Vacant Residential Land Tax

Interactive decision tool, rate calculator, and comprehensive legal analysis — from residential classification through to SRO enforcement.

VRLT is imposed under Division 6 of the Land Tax Act 2005 (Vic). From 1 January 2025, the tax applies across all of Victoria at escalating rates of 1%, 2% and 3% of capital improved value. Use the tools and analysis below to understand your exposure and obligations.

VRLT Decision Tree

Work through the seven-step assessment framework — from residential zoning and AVPCC classification through to vacancy, exemptions, notification obligations, and the SRO's escalating rate algorithm.

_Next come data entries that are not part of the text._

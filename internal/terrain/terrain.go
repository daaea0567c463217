package terrain

import (
	"context"
	"slices"
	"strings"

	"ridgehop/internal/raster"
	"ridgehop/profile"
)

// Options bound what a Terrain takes. Zero values mean the defaults.
type Options struct {
	// CacheBytes bounds the decoded heights kept in memory; default 512 MiB.
	CacheBytes uint64
	// OpenRasters bounds the files held open at once; default 64.
	OpenRasters int
}

// Terrain is a collection of rasters. Load makes one; Close frees it.
type Terrain struct {
	gdal    *raster.GDAL
	entries []*entry // everything found, usable or not
	byName  map[string]*entry
	mosaics []*mosaic
	handles *handles
	chunks  *chunks
	systems map[string]*projectors // by the CRS's WKT
}

// Rasters lists every file found, by name: usable ones, and unusable ones with
// the reason. The first call reads each usable file whole, for its version, and
// stops when ctx ends.
func (t *Terrain) Rasters(ctx context.Context) ([]profile.Raster, error) {
	out := make([]profile.Raster, 0, len(t.entries))
	for _, e := range t.entries {
		if err := ctx.Err(); err != nil {
			return nil, err
		}
		r := e.Raster
		if r.Problem == "" {
			var err error
			if r.Version, err = e.version(); err != nil {
				r.Problem = "cannot be read any more"
			}
		}
		out = append(out, r)
	}
	slices.SortStableFunc(out, func(a, b profile.Raster) int { return strings.Compare(a.Name, b.Name) })
	return out, nil
}

// Usable counts the rasters that answers may rest on.
func (t *Terrain) Usable() int { return len(t.byName) }

// Close closes the open files. No Sample may be running.
func (t *Terrain) Close() {
	t.handles.close()
	for _, system := range t.systems {
		system.close()
	}
	t.chunks.cache.StopAllGoroutines()
}

// lay puts rasters together into mosaics, finest first, by name where equal.
func (t *Terrain) lay(entries []*entry) []*mosaic {
	sorted := slices.Clone(entries)
	slices.SortFunc(sorted, func(a, b *entry) int { return strings.Compare(a.Name, b.Name) })
	var mosaics []*mosaic
	for _, e := range sorted {
		if !slices.ContainsFunc(mosaics, func(m *mosaic) bool { return m.accept(e) }) {
			mosaics = append(mosaics, newMosaic(e, t.systems[e.info.CRS.WKT]))
		}
	}
	return mosaics
}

Calculate Your VRLT Liability

Enter the property's Capital Improved Value and vacancy details, then click Calculate.

VRLT Rate Schedule — From 1 January 2025

Vacancy Period Rate Basis Example: $1.5M CIV
1st year vacant 1% Capital Improved Value $15,000
2nd consecutive year 2% Capital Improved Value $30,000
3rd & subsequent years 3% Capital Improved Value $45,000

Note: VRLT is charged on Capital Improved Value (CIV), not Site Value. CIV is the value of the land plus all improvements as determined by the Valuer-General.

Analysis — 15 April 2026

The Hidden Code: How AVPCC Dictates Your Victorian Land Tax Bill

In the world of Victorian property law, three or four digits can be the difference between a routine tax assessment and a financial headache. Those digits make up the Australian Valuation Property Classification Code (AVPCC).

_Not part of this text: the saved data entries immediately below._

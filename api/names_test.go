package api

import "testing"

func TestRepeatedName(t *testing.T) {
	for body, want := range map[string]string{
		`{"a":1,"b":{"a":2},"c":[{"a":1},{"a":1}]}`: "",
		`{"a":1,"a":2}`:                      "a",
		`{"x":{"lon":1,"lat":2,"lon":3}}`:    "lon",
		`{"x":["a","a"],"y":"x","z":{}}`:     "",
		`{"x":[{"p":1},{"q":1,"q":"q"}]}`:    "q",
		`{"x":"y","y":"x"}`:                  "",
		`[[],[{"k":[]},{"k":{}}],"k","k"]`:   "",
		`{"a":`:                              "",
		``:                                   "",
		`{"n":null,"m":true,"n":false}`:      "n",
		`{"o":{},"l":[],"o":1}`:              "o",
		`{"deep":{"deep":{"deep":1}},"z":1}`: "",
	} {
		if got := repeatedName([]byte(body)); got != want {
			t.Errorf("%s: got %q, want %q", body, got, want)
		}
	}
}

While most owners focus on their property's "Capital Improved Value" (CIV) or "Site Value" (SV), the AVPCC is the silent engine driving how the State Revenue Office (SRO) determines your liability for Land Tax, the new Windfall Gains Tax (WGT), and the expanded Vacant Residential Land Tax (VRLT).

1. AVPCC: The DNA of Your Property

The AVPCC isn't just a label; it is a classification used by the Valuer-General to group land uses.

  • 100–199: Residential
  • 200–299: Commercial
  • 300–399: Industrial
  • 500–599: Primary Production

When the SRO issues an assessment, they aren't looking at your front door — they are looking at this code. If your property is classified as 110 (Detached Dwelling), the SRO assumes it's residential. If it's 202 (Commercial Land with buildings that add no value), you are in a different tax bracket entirely.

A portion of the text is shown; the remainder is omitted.